◆ **What you have to do**: Find the line with "if (trimmed.length >" and the line with "const odds = (p: number): number" in the entries below; output exactly those two lines, every line between them, and no others.

◆ **Material for this exercise**:
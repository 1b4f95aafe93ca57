// The story of a jet through the night: noses of successive profiles joined into tracks.
//
// All profiles at hand are joined at once, so late and out-of-order ones end in the same tracks: among all ways through
// the noses the best is taken (dynamic programming), then the best through what is left, as long as one is worth a track.
// A nose speaks for the way by the log odds of its confidence, a step against it by how far height, speed and direction
// move for the time between; hence a weak nose between sure ones is passed through, and a lone one starts nothing.

import { normalDirection, signedAngle } from '../air/index.ts';
import type { JetFinding, SmoothNose } from './find-jets.ts';
import { threadThrough } from './thread.ts';
import { phaseOf, rateOf, type Phase, type Rate } from './rates.ts';

/** What was found in one profile. */
export interface TimedFinding {
  readonly stationId: string;
  readonly timeMs: number;
  readonly finding: JetFinding;
}

/** A point of the thread: the noses of single profiles smoothed along the track (`thread.ts`). */
export interface TrackPoint {
  readonly timeMs: number;
  /** m above ground */
  readonly noseHeight: number;
  /** m/s */
  readonly noseSpeed: number;
  /** Degrees, from; NaN when not known. */
  readonly noseDirection: number;
  /** Probability that the criteria hold at this nose. */
  readonly confidence: number;
  /** m, one standard deviation */
  readonly heightSpread: number;
  /** m/s, one standard deviation */
  readonly speedSpread: number;
  /** More time than usual lies between the point before and this one: the thread is broken here. */
  readonly afterGap: boolean;
}

export interface JetTrack {
  readonly stationId: string;
  readonly criteria: string;
  readonly beganMs: number;
  /** Time of the last point once profiles after it show no jet; null while it lasts as far as data go. */
  readonly endedMs: number | null;
  readonly phase: Phase;
  readonly peak: TrackPoint;
  readonly points: readonly TrackPoint[];
  /** Changes over the last hour and a half of the track, from the noses as found: a smoothed thread would look too sure. */
  readonly rates: { readonly height: Rate; readonly speed: Rate; readonly direction: Rate };
  /** Index among the tracks returned of the one this flowed into or split from; null when neither. */
  readonly mergedInto: number | null;
  readonly splitFrom: number | null;
}

export interface TrackOptions {
  /** Confidence at which a track begins, and the one at which it is given up. */
  readonly begin: number;
  readonly giveUp: number;
  /** The longest time without a nose that a track outlives, ms. */
  readonly longestGapMs: number;
}

export const TRACK_DEFAULTS: TrackOptions = { begin: 0.5, giveUp: 0.3, longestGapMs: 2 * 3600_000 };

const HOUR_MS = 3600_000;
/** Evidence of a profile counts in full when it comes this long after the one before: sooner ones tell much the same. */
const FULL_WEIGHT_MS = 600_000;
/** What a track must be worth beyond its own evidence, in natural log units: three sure profiles of 10 minutes. */
const BIRTH = 6.5;
/** The most that one profile can say for or against. */
const MOST_EVIDENCE = 3;
/** Cost of an hour, and of each profile of 10 minutes, passed over without a nose. */
const GAP_PER_HOUR = 0.5;
const PASSED_OVER = 1;

/** Gates of a step in height (m), speed (m/s) and direction (degrees): at once, and what an hour adds (as its root). */
const GATES = {
  height: { atOnce: 40, inAnHour: 150 },
  speed: { atOnce: 0.7, inAnHour: 2 },
  direction: { atOnce: 8, inAnHour: 25 },
};
/** A step of more than so many standard deviations in any of them joins nothing. */
const FURTHEST = 4;

interface Node extends SmoothNose {
  readonly timeMs: number;
  /** Position of the profile among the station's. */
  readonly profile: number;
  readonly gain: number;
  score: number;
  from: Node | null;
  taken: boolean;
}

/** Joins noses into tracks, station by station. Order of the findings, and findings given twice, make no difference. */
export function trackJets(findings: readonly TimedFinding[], options: Partial<TrackOptions> = {}): JetTrack[] {
  const settings = { ...TRACK_DEFAULTS, ...options };
  const stations = new Map<string, TimedFinding[]>();
  for (const one of findings) {
    const same = stations.get(one.stationId);
    if (same === undefined) stations.set(one.stationId, [one]);
    else same.push(one);
  }
  return [...stations.keys()].sort().flatMap((id) => tracksOf(inOrder(stations.get(id)!), settings));
}

/** By time, one finding a time: of several the surer, so that the order given does not matter. */
function inOrder(findings: readonly TimedFinding[]): TimedFinding[] {
  const rank = ({ finding }: TimedFinding): number[] => [
    Number.isNaN(finding.confidence) ? -1 : finding.confidence,
    Number.isNaN(finding.assessedTo) ? -1 : finding.assessedTo,
    ...finding.noses.map((nose) => nose.height),
  ];
  const sorted = [...findings].sort((a, b) => a.timeMs - b.timeMs || compare(rank(b), rank(a)));
  return sorted.filter((one, k) => k === 0 || one.timeMs !== sorted[k - 1]!.timeMs);
}

function compare(a: readonly number[], b: readonly number[]): number {
  for (let k = 0; k < Math.max(a.length, b.length); k++) {
    const difference = (a[k] ?? -1) - (b[k] ?? -1);
    if (difference !== 0) return difference;
  }
  return 0;
}

function tracksOf(findings: readonly TimedFinding[], options: TrackOptions): JetTrack[] {
  const weights = findings.map(({ timeMs }, k) =>
    k === 0 ? 1 : Math.min(3, Math.max(0.1, (timeMs - findings[k - 1]!.timeMs) / FULL_WEIGHT_MS)),
  );
  const nodes = findings.flatMap(({ timeMs, finding }, profile) =>
    finding.noses.map((nose): Node => ({
      ...nose,
      timeMs,
      profile,
      gain: evidence(nose.confidence, options.giveUp) * weights[profile]!,
      score: 0,
      from: null,
      taken: false,
    })),
  );
  const passing = passingCosts(findings, weights);
  const paths = runsOf(nodes, options).flatMap((run) => pathsOf(run, passing, options));
  paths.sort((a, b) => a[0]!.timeMs - b[0]!.timeMs || a[0]!.height - b[0]!.height);
  const usualStepMs = usualStep(findings);
  return paths.map((path) => describe(path, paths, findings, usualStepMs, options));
}

/** Nodes parted where no way leads across, so that years cost no more than their nights. */
function runsOf(nodes: readonly Node[], { longestGapMs }: TrackOptions): Node[][] {
  const runs: Node[][] = [];
  for (const node of nodes) {
    const run = runs.at(-1);
    if (run !== undefined && node.timeMs - run.at(-1)!.timeMs <= longestGapMs) run.push(node);
    else runs.push([node]);
  }
  return runs;
}

/** The best way, then the best through what it leaves, and so on. */
function pathsOf(nodes: readonly Node[], passing: readonly number[], options: TrackOptions): Node[][] {
  const paths: Node[][] = [];
  for (;;) {
    const path = bestPath(nodes, passing, options);
    if (path === null) return paths;
    for (const node of path) node.taken = true;
    const trimmed = trim(path, options);
    if (trimmed.length > 0) paths.push(trimmed);
  }
}

/** Log odds of a confidence against those of giving up, bounded. */
function evidence(confidence: number, giveUp: number): number {
  const odds = (p: number): number => Math.log((p + 0.01) / (1.01 - p));
  return Math.min(MOST_EVIDENCE, Math.max(-MOST_EVIDENCE, odds(confidence) - odds(giveUp)));
}

/** Cost of passing over all assessable profiles up to the k-th, summed up. */
function passingCosts(findings: readonly TimedFinding[], weights: readonly number[]): number[] {
  let sum = 0;
  return findings.map(
    ({ finding }, k) => (sum += finding.noses.length > 0 || finding.confidence >= 0 ? PASSED_OVER * weights[k]! : 0),
  );
}

/** The best way through nodes not yet taken; null when none is worth a track. */
function bestPath(nodes: readonly Node[], passing: readonly number[], options: TrackOptions): Node[] | null {
  let best: Node | null = null;
  let first = 0;
  for (let k = 0; k < nodes.length; k++) {
    const node = nodes[k]!;
    if (node.taken) continue;
    node.score = node.gain - BIRTH;
    node.from = null;
    while (node.timeMs - nodes[first]!.timeMs > options.longestGapMs) first++;
    for (let j = first; j < k; j++) {
      const before = nodes[j]!;
      if (before.taken || before.profile === node.profile) continue;
      const passed = passing[node.profile - 1]! - passing[before.profile]!;
      const score = before.score + node.gain - passed - stepCost(before, node);
      if (score > node.score) {
        node.score = score;
        node.from = before;
      }
    }
    if (best === null || node.score > best.score) best = node;
  }
  if (best === null || best.score <= 0) return null;
  const path: Node[] = [];
  for (let node: Node | null = best; node !== null; node = node.from) path.push(node);
  return path.reverse();
}

/** How unlikely a step from one nose to the next is; infinite beyond the gates, which widen with the time between. */
function stepCost(before: Node, after: Node): number {
  const hours = (after.timeMs - before.timeMs) / HOUR_MS;
  const height2 =
    square(after.height - before.height) / gate(GATES.height, hours, before.heightSpread, after.heightSpread);
  const speed2 = square(after.speed - before.speed) / gate(GATES.speed, hours, before.speedSpread, after.speedSpread);
  const turn = signedAngle(after.direction - before.direction);
  const turn2 = Number.isNaN(turn) ? 0 : square(turn) / gate(GATES.direction, hours, 0, 0);
  if (Math.max(height2, speed2, turn2) > square(FURTHEST)) return Infinity;
  return (height2 + speed2 + turn2) / 2 + GAP_PER_HOUR * hours;
}

const square = (value: number): number => value * value;

/** Square of the distance that is one standard deviation for a step. */
function gate(widths: { atOnce: number; inAnHour: number }, hours: number, one: number, other: number): number {
  return square(widths.atOnce) + square(widths.inAnHour) * hours + square(one) + square(other);
}

/** Cuts what comes before the first nose sure enough to begin with, and what trails off below giving up. */
function trim(path: readonly Node[], options: TrackOptions): Node[] {
  const begin = path.findIndex((node) => node.confidence >= options.begin);
  if (begin < 0) return [];
  const end = path.findLastIndex((node) => node.confidence >= options.giveUp);
  return path.slice(begin, end + 1);
}

function usualStep(findings: readonly TimedFinding[]): number {
  const steps = findings.slice(1).map(({ timeMs }, k) => timeMs - findings[k]!.timeMs);
  steps.sort((a, b) => a - b);
  return steps.length > 0 ? steps[steps.length >> 1]! : Infinity;
}

function describe(
  path: readonly Node[],
  paths: readonly (readonly Node[])[],
  findings: readonly TimedFinding[],
  usualStepMs: number,
  options: TrackOptions,
): JetTrack {
  const points = pointsOf(path, usualStepMs);
  const last = path.at(-1)!;
  const first = path[0]!;
  const assessableAfter = findings.slice(last.profile + 1).filter(({ finding }) => finding.confidence >= 0).length;
  const ended = assessableAfter >= 2 || findings.at(-1)!.timeMs - last.timeMs > options.longestGapMs;
  const endedMs = ended ? last.timeMs : null;
  const rates = {
    height: rateOf(path, (node) => node.height),
    speed: rateOf(path, (node) => node.speed),
    direction: rateOf(path, (node, reference) => signedAngle(node.direction - reference.direction)),
  };
  return {
    stationId: findings[0]!.stationId,
    criteria: findings[0]!.finding.criteria,
    beganMs: first.timeMs,
    endedMs,
    phase: phaseOf(rates.speed, endedMs !== null),
    peak: points.reduce((best, point) => (point.noseSpeed > best.noseSpeed ? point : best)),
    points,
    rates,
    mergedInto: ended ? neighbourAt(last, path, paths, options) : null,
    splitFrom: neighbourAt(first, path, paths, options),
  };
}

/**
 * What the true height (m), speed (m/s) and direction (degrees) of a nose wander in an hour, and how far the direction of
 * a single profile may be off. Found on simulated nights: near these the threads lie closest to the true noses, and the
 * spread of the height holds them about 70 % of the time.
 */
const WANDER = { height: 80, speed: 1, direction: 12 };
const DIRECTION_SPREAD = 5;
/** The least that a single profile's height (m) and speed (m/s) may be off, so that no point binds the thread wholly. */
const LEAST_SPREAD = { height: 5, speed: 0.05 };

/** The thread through the noses of a path. */
function pointsOf(path: readonly Node[], usualStepMs: number): TrackPoint[] {
  const timeMs = path.map((node) => node.timeMs);
  const height = threadThrough(
    timeMs,
    path.map((node) => node.height),
    path.map((node) => node.heightSpread + LEAST_SPREAD.height),
    WANDER.height,
  );
  const speed = threadThrough(
    timeMs,
    path.map((node) => node.speed),
    path.map((node) => node.speedSpread + LEAST_SPREAD.speed),
    WANDER.speed,
  );
  const direction = threadThrough(
    timeMs,
    unwrapped(path),
    path.map((node) => (Number.isNaN(node.direction) ? UNKNOWN : DIRECTION_SPREAD)),
    WANDER.direction,
  );
  return path.map((node, k) => ({
    timeMs: node.timeMs,
    noseHeight: height.value[k]!,
    noseSpeed: speed.value[k]!,
    noseDirection: normalDirection(direction.value[k]!),
    confidence: node.confidence,
    heightSpread: height.spread[k]!,
    speedSpread: speed.spread[k]!,
    afterGap: k > 0 && node.timeMs - path[k - 1]!.timeMs > 2.5 * usualStepMs,
  }));
}

/** Spread, degrees, of a direction that is not known: it bears on nothing. */
const UNKNOWN = 1e6;

/** Directions without the leap at north; one not known is taken as the one before, NaN where none is known. */
function unwrapped(path: readonly Node[]): number[] {
  let last = path.find(({ direction }) => !Number.isNaN(direction))?.direction ?? NaN;
  return path.map(({ direction }) => (Number.isNaN(direction) ? last : (last += signedAngle(direction - last))));
}

/** Another track that runs on both sides of a node's time and lies within a step of it. */
function neighbourAt(
  node: Node,
  own: readonly Node[],
  paths: readonly (readonly Node[])[],
  options: TrackOptions,
): number | null {
  const found = paths.findIndex((path) => {
    if (path === own || path[0]!.timeMs >= node.timeMs || path.at(-1)!.timeMs <= node.timeMs) return false;
    return path.some(
      (other) =>
        Math.abs(other.timeMs - node.timeMs) <= options.longestGapMs / 4 &&
        stepCost(other.timeMs <= node.timeMs ? other : node, other.timeMs <= node.timeMs ? node : other) < 2,
    );
  });
  return found < 0 ? null : found;
}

◆ **Written solution**:
    if (trimmed.length > 0) paths.push(trimmed);
  }
}

/** Log odds of a confidence against those of giving up, bounded. */
function evidence(confidence: number, giveUp: number): number {
  const odds = (p: number): number => Math.log((p + 0.01) / (1.01 - p));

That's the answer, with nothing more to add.